After a successful participation of the module, the student is able to:
1) specify common "top down" and "bottom up" methods of nanofabrication.
2) discuss the impact of spatial confinement on the electronic properties of nanosystems.
3) explain and specify phase-coherent transport phenomena in nanoscale circuits.
4) explain magneto quantum transport phenomena such as the quantum Hall effect.
5) explain and specify single electron and single spin processes in solid state based nanosystems.
6) explain thermoelectric phenomena in nanoscale circuits.
7) differentiate between the different optically induced current contributions in nanoscale systems.
There are no access requirements beyond the ones for the master study.

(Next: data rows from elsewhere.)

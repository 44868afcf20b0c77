"""An upload's page: its state, what blocks it, and its validation job."""

from django.http import Http404, JsonResponse
from django.shortcuts import get_object_or_404, render

from portal.accounts.permissions import Action, access, can
from portal.datasets.models import Upload
from portal.jobs.models import Job


def visible_upload(user, upload_id):
    upload = get_object_or_404(Upload.objects.select_related("site", "study"), pk=upload_id)
    if not can(user, Action.VIEW, site=upload.site):
        raise Http404("no such upload")
    return upload


@access("checked")
def upload_detail(request, upload_id):
    upload = visible_upload(request.user, upload_id)
    job = Job.objects.filter(target_type="datasets.upload", target_id=str(upload.pk)).first()
    version = getattr(upload, "version", None) if upload.state == "accepted" else None
    recordings = version.recordings.select_related("participant")[:500] if version else []
    return render(request, "datasets/upload.html", {
        "upload": upload, "job": job, "version": version, "recordings": recordings,
    })


@access("checked")
def api_upload(request, upload_id):
    upload = visible_upload(request.user, upload_id)
    version = getattr(upload, "version", None) if upload.state == "accepted" else None
    return JsonResponse({
        "upload": upload.pk, "state": upload.state, "site": upload.site.slug,
        "study": upload.study.slug, "dataset_version": version.pk if version else None,
        "errors": upload.errors, "warnings": upload.warnings,
    })
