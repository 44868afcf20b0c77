"""Streaming a whole dataset version as a zip, without building it in memory or on disk; the
one download of a version that the web page and the API both answer with."""

import zipfile

from django.http import StreamingHttpResponse

from portal.accounts.permissions import Action, require
from portal.audit.events import record
from portal.datasets import blobs
from portal.datasets.access import visible_version

ZIP64_FROM_BYTES = 2**31


class _Pipe:
    """A write-only sink whose contents the generator hands out piece by piece."""

    def __init__(self):
        self.parts = []
        self.position = 0

    def write(self, data):
        self.parts.append(bytes(data))
        self.position += len(data)
        return len(data)

    def tell(self):
        return self.position

    def flush(self):
        return None

    def take(self):
        data = b"".join(self.parts)
        self.parts = []
        return data


def stream_version_zip(files, *, folder):
    """Yield the bytes of a zip of ``files`` ((path, sha256, bytes) rows) under ``folder``/."""
    pipe = _Pipe()
    with zipfile.ZipFile(pipe, mode="w", compression=zipfile.ZIP_STORED) as archive:
        for path, sha256, size in files:
            info = zipfile.ZipInfo(f"{folder}/{path}", date_time=(1980, 1, 1, 0, 0, 0))
            info.file_size = size
            with blobs.open_blob(sha256) as source, archive.open(
                    info, "w", force_zip64=size >= ZIP64_FROM_BYTES) as target:
                while chunk := source.read(blobs.CHUNK_BYTES):
                    target.write(chunk)
                    yield pipe.take()
            yield pipe.take()
    yield pipe.take()


def version_zip(request, version_id):
    """The version as a zip for the requesting person or token: visible by the version's
    (site, study), download allowed there, recorded as a download event."""
    version = visible_version(request.user, version_id)
    require(request.user, Action.DOWNLOAD, site=version.site, study=version.study)
    rows = list(version.files.values_list("path", "sha256", "bytes"))
    folder = f"{version.site.slug}-v{version.number}"
    record("download", actor=request.user, token=getattr(request, "api_token", None),
           site=version.site, study=version.study, target=version,
           summary=f"downloaded all {len(rows)} files of {version}",
           outputs=[{"dataset_version": version.pk, "manifest_sha256": version.manifest_sha256}])
    response = StreamingHttpResponse(stream_version_zip(rows, folder=folder),
                                     content_type="application/zip")
    response["Content-Disposition"] = f'attachment; filename="{folder}.zip"'
    return response
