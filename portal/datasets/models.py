"""Uploads, immutable dataset versions, and what they contain."""

from django.conf import settings
from django.db import models
from django.utils import timezone


class UploadMode(models.TextChoices):
    SNAPSHOT = "snapshot", "the whole dataset (replaces the latest version)"
    ADDITION = "addition", "added to the latest version"


class UploadState(models.TextChoices):
    RECEIVING = "receiving", "receiving files"
    QUEUED = "queued", "waiting for validation"
    VALIDATING = "validating", "validating"
    HELD = "held", "waiting for confirmation of removals"
    ACCEPTED = "accepted", "accepted"
    REJECTED = "rejected", "rejected"
    FAILED = "failed", "failed"


#: Upload.source in words.
UPLOAD_SOURCE_WORDS = {"web": "the web form", "api": "the API", "command": "a server command"}


#: States an upload never leaves.
FINAL_UPLOAD_STATES = (UploadState.ACCEPTED, UploadState.REJECTED, UploadState.FAILED)


class Upload(models.Model):
    site = models.ForeignKey("accounts.Site", on_delete=models.PROTECT, related_name="uploads")
    study = models.ForeignKey("accounts.Study", on_delete=models.PROTECT, related_name="uploads")
    mode = models.CharField(max_length=10, choices=UploadMode.choices, default=UploadMode.SNAPSHOT)
    state = models.CharField(
        max_length=12, choices=UploadState.choices, default=UploadState.RECEIVING, db_index=True
    )
    source = models.CharField(max_length=20, help_text="web, api or command")
    label = models.CharField(max_length=200, blank=True, help_text="Original file or folder name.")
    staging_name = models.CharField(
        max_length=100, blank=True, help_text="The archive's file in staging until validated."
    )
    expected_bytes = models.BigIntegerField(null=True, blank=True)
    received = models.JSONField(
        default=list, blank=True, help_text="Byte ranges received so far, as [start, end) pairs."
    )
    archive_sha256 = models.CharField(max_length=64, blank=True)
    archive_bytes = models.BigIntegerField(default=0)
    last_chunk_at = models.DateTimeField(
        null=True, blank=True, help_text="When the last chunk arrived (resumable uploads)."
    )
    errors = models.JSONField(default=list, blank=True)
    warnings = models.JSONField(default=list, blank=True)
    allow_removals = models.BooleanField(
        default=False,
        help_text="The sender confirmed that this snapshot may remove files or participants "
                  "of the latest version.",
    )
    pending_removals = models.JSONField(
        default=dict, blank=True,
        help_text="What the upload would remove (state held): counts, first paths, "
                  "participants and the version it was compared with.",
    )
    failure = models.TextField(
        blank=True, help_text="Why the upload could not be checked (state failed)."
    )
    next_step = models.CharField(
        max_length=300, blank=True, help_text="What a person can do about the failure."
    )
    created_by = models.ForeignKey(
        settings.AUTH_USER_MODEL, null=True, blank=True, on_delete=models.SET_NULL,
        related_name="+",
    )
    created_at = models.DateTimeField(default=timezone.now, db_index=True)
    finished_at = models.DateTimeField(null=True, blank=True)

    class Meta:
        ordering = ["-created_at", "-id"]

    def __str__(self):
        return f"upload {self.pk} from {self.site.slug} ({self.state})"

    @property
    def is_final(self):
        return self.state in FINAL_UPLOAD_STATES

    def errors_by_file(self):
        """Errors grouped by file, in the order they were found."""
        groups = {}
        for problem in self.errors:
            groups.setdefault(problem.get("path") or "(the upload)", []).append(problem)
        return list(groups.items())


class DatasetVersion(models.Model):
    """What a site's dataset held after an accepted upload. Never changed once written."""

    site = models.ForeignKey("accounts.Site", on_delete=models.PROTECT, related_name="versions")
    study = models.ForeignKey("accounts.Study", on_delete=models.PROTECT, related_name="versions")
    number = models.PositiveIntegerField()
    upload = models.OneToOneField(Upload, on_delete=models.PROTECT, related_name="version")
    parent = models.ForeignKey(
        "self", null=True, blank=True, on_delete=models.PROTECT, related_name="children"
    )
    manifest_sha256 = models.CharField(
        max_length=64, help_text="sha256 of the sorted (path, sha256, bytes) list of its files."
    )
    diff = models.JSONField(
        default=dict, help_text="Paths added, removed and changed since the parent version."
    )
    n_files = models.PositiveIntegerField(default=0)
    total_bytes = models.BigIntegerField(default=0)
    created_at = models.DateTimeField(default=timezone.now)

    class Meta:
        ordering = ["site", "-number"]
        constraints = [
            models.UniqueConstraint(
                fields=["site", "study", "number"], name="one_version_number_per_site_study"
            )
        ]

    def __str__(self):
        return f"{self.site.slug} v{self.number}"


class VersionFile(models.Model):
    """One file of a dataset version: its BIDS path and the blob holding its bytes."""

    version = models.ForeignKey(DatasetVersion, on_delete=models.CASCADE, related_name="files")
    path = models.CharField(max_length=500)
    sha256 = models.CharField(max_length=64, db_index=True)
    bytes = models.BigIntegerField()
    original_sha256 = models.CharField(
        max_length=64, blank=True, help_text="Hash as uploaded, when a scrubbed copy is kept."
    )

    class Meta:
        ordering = ["version", "path"]
        constraints = [
            models.UniqueConstraint(fields=["version", "path"], name="one_file_per_path")
        ]

    def __str__(self):
        return self.path


class Participant(models.Model):
    """A person, keyed by site and BIDS label: sub-01 of two sites are two people."""

    site = models.ForeignKey("accounts.Site", on_delete=models.PROTECT, related_name="participants")
    label = models.CharField(max_length=64, help_text="BIDS participant label (after 'sub-').")

    class Meta:
        ordering = ["site", "label"]
        constraints = [
            models.UniqueConstraint(fields=["site", "label"], name="one_label_per_site")
        ]

    def __str__(self):
        return f"sub-{self.label} ({self.site.slug})"


class Recording(models.Model):
    version = models.ForeignKey(DatasetVersion, on_delete=models.CASCADE, related_name="recordings")
    participant = models.ForeignKey(
        Participant, on_delete=models.PROTECT, related_name="recordings"
    )
    path = models.CharField(max_length=500, help_text="Data file's path in the BIDS tree.")
    sha256 = models.CharField(max_length=64, db_index=True)
    session = models.CharField(max_length=64, blank=True)
    task = models.CharField(max_length=64)
    acquisition = models.CharField(max_length=64, blank=True)
    run = models.CharField(max_length=16, blank=True)
    sfreq_hz = models.FloatField()
    n_channels = models.PositiveIntegerField()
    channel_names = models.JSONField(default=list)
    duration_s = models.FloatField()
    power_line_hz = models.FloatField(null=True, blank=True)

    class Meta:
        ordering = ["version", "path"]
        constraints = [
            models.UniqueConstraint(fields=["version", "path"], name="one_path_per_version")
        ]

    def __str__(self):
        return self.path


class Block(models.Model):
    """A stretch of a recording under one condition, with its workload rating if any.

    A block is either a whole recording (one run per condition) or an event inside one
    continuous recording.
    """

    recording = models.ForeignKey(Recording, on_delete=models.CASCADE, related_name="blocks")
    onset_s = models.FloatField()
    duration_s = models.FloatField()
    condition = models.CharField(max_length=64, blank=True)
    rating = models.PositiveSmallIntegerField(null=True, blank=True)
    level = models.CharField(max_length=64, blank=True)

    class Meta:
        ordering = ["recording", "onset_s"]

    def __str__(self):
        return f"{self.recording.path} @ {self.onset_s:g} s"
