"""Who may see and change uploads and dataset versions: each belongs to one (site, study)."""

from django.http import Http404
from django.shortcuts import get_object_or_404

from portal.accounts.models import Study
from portal.accounts.permissions import Action, can, pairs_q, scope_of
from portal.datasets.models import DatasetVersion, Recording, Upload


def upload_visible(user, upload):
    return can(user, Action.VIEW, site=upload.site_id, study=upload.study_id)


def visible_upload(user, upload_id):
    upload = get_object_or_404(Upload.objects.select_related("site", "study"), pk=upload_id)
    if not upload_visible(user, upload):
        raise Http404("no such upload")
    return upload


def version_visible(user, version):
    return can(user, Action.VIEW, site=version.site_id, study=version.study_id)


def visible_version(user, version_id):
    version = get_object_or_404(
        DatasetVersion.objects.select_related("site", "study", "parent", "upload"), pk=version_id
    )
    if not version_visible(user, version):
        raise Http404("no such dataset version")
    return version


def may_download_version(user, version):
    return can(user, Action.DOWNLOAD, site=version.site_id, study=version.study_id)


def may_upload(user, site, study):
    return can(user, Action.UPLOAD, site=site, study=study)


def upload_studies(user, site):
    """The studies in which ``user`` may upload ``site``'s data."""
    scope = scope_of(user)
    if scope.operator:
        return site.studies.all()
    return Study.objects.filter(pk__in=sorted(scope.studies_at(site.pk, Action.UPLOAD)))


def visible_recordings(user, action=Action.VIEW):
    """Recordings of dataset versions the user reaches for ``action``."""
    return Recording.objects.filter(pairs_q(user, action, site="version__site",
                                            study="version__study"))


def recording_visible(user, recording):
    return can(user, Action.VIEW, site=recording.version.site_id,
               study=recording.version.study_id)


# --- jobs about these objects (see portal.jobs.access) -------------------------------------

def upload_job_visible(user, target_id):
    upload = Upload.objects.filter(pk=target_id).only("site_id", "study_id").first()
    return upload is not None and upload_visible(user, upload)


def recording_job_visible(user, target_id):
    recording = Recording.objects.filter(pk=target_id).select_related("version").first()
    return recording is not None and recording_visible(user, recording)
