def _evaluate_policies(out, scenario, tax, label_cfg, embedder) -> dict:
    """Three simple policies asked for 10 items per user at the start of week 9, judged on the next
    two weeks; and the experiment arms' interest growth over the whole log."""
    import pandas as pd

    from .evaluation.metrics import evaluate, item_vectors
    from .evaluation.policies import recommend
    ev = scenario.interactions
    weeks = max(1, int((ev["ts"].max() - ev["ts"].min()).days // 7))
    at = pd.Timestamp(ev["ts"].min()).normalize() + pd.Timedelta(days=7 * max(1, min(8, weeks - 2)))
    history = ev[ev["ts"] < at]
    users = sorted(set(history["user_id"]) & set(ev.loc[ev["ts"] >= at, "user_id"]))
    recs = recommend(history, tax, users, at, k=10)
    recs_path = out / "data" / "recs.parquet"  # so `labeler evaluate --recs` can be tried on the same lists
    recs.to_parquet(recs_path, index=False)
    vectors = item_vectors(scenario.items, tax, embedder=embedder)
    res = evaluate(recs, ev, tax, k=10, group_by="policy", control="popularity", horizon_days=14,
                   label_config=label_cfg.model_copy(update={"label_from": None}), item_vectors=vectors,
                   n_boot=500)
    res.write(out / "evaluation")
    shown = ("precision", "ndcg", "ild_topic", "ild_embedding", "novelty", "unexpectedness", "serendipity")
    policies = {g: {m: round(v[m]["mean"], 4) for m in shown} for g, v in res.summary["groups"].items()}
    un = {g: v["unexpectedness"] for g, v in policies.items()}
    growth = res.summary.get("growth", {}).get("last_week", {})
    return {"dir": str(out / "evaluation"), "recs": str(recs_path), "request_time": at.isoformat(),
            "lists": res.summary["lists"],
            "policies": policies,
            # in_profile never leaves the known topics, explore_mix does by design; popular items are
            # the least novel by the definition of novelty
            "expected_order_holds": bool(un["in_profile"] == 0 < un["explore_mix"]
                                         and policies["popularity"]["novelty"] < min(
                                             policies["in_profile"]["novelty"], policies["explore_mix"]["novelty"])),
            "arms_last_week": {arm: {m: round(v["mean"], 4) for m, v in g.items()} for arm, g in growth.items()}}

Courses, Learning and Teaching Methods and Literature
Courses and Schedule
|VU||4||Nanosystems 1||Holleitner, A.||
singular or moved dates
Learning and Teaching Methods
lecture, beamer presentation, board work, exercises in individual and group work, discussion
Lecture script, practise sheets, accompanying internet site, complementary literature
J. H. Davies: The Physics of Low-Dimensional Semiconductors (Cambridge University Press, 1998),
T. Ihn, Semiconductor Nanostructures: Quantum states and electronic transport. (Oxford, 2010)
T. Heinzel: Mesoscopic Electronics in Solid State Nanostructures, (Wiley VCH, 2003),
C. Weisbuch and B. Vinter: Quantum Semiconductor Structures, (Academic Press-1991),
Bushan, Bharat (Editor): “Springer Handbook of Nanotechnology”, (2nd revised and extended edition)
Description of exams and course work
In an oral exam the learning outcome is tested using comprehension questions and sample problems.
In accordance with §12 (8) APSO the exam can be done as a written test. In this case the time duration is 60 minutes.
Remarks on associated module exams
The exam for this module can be taken together with the exam to the associated follow-up module PH2092: Nanosystems 2 / Nanosysteme 2 after the follwoing semester. In this case you need to register for both exams in the following semester.
The exam may be repeated at the end of the semester. There is a possibility to take the exam in the following semester.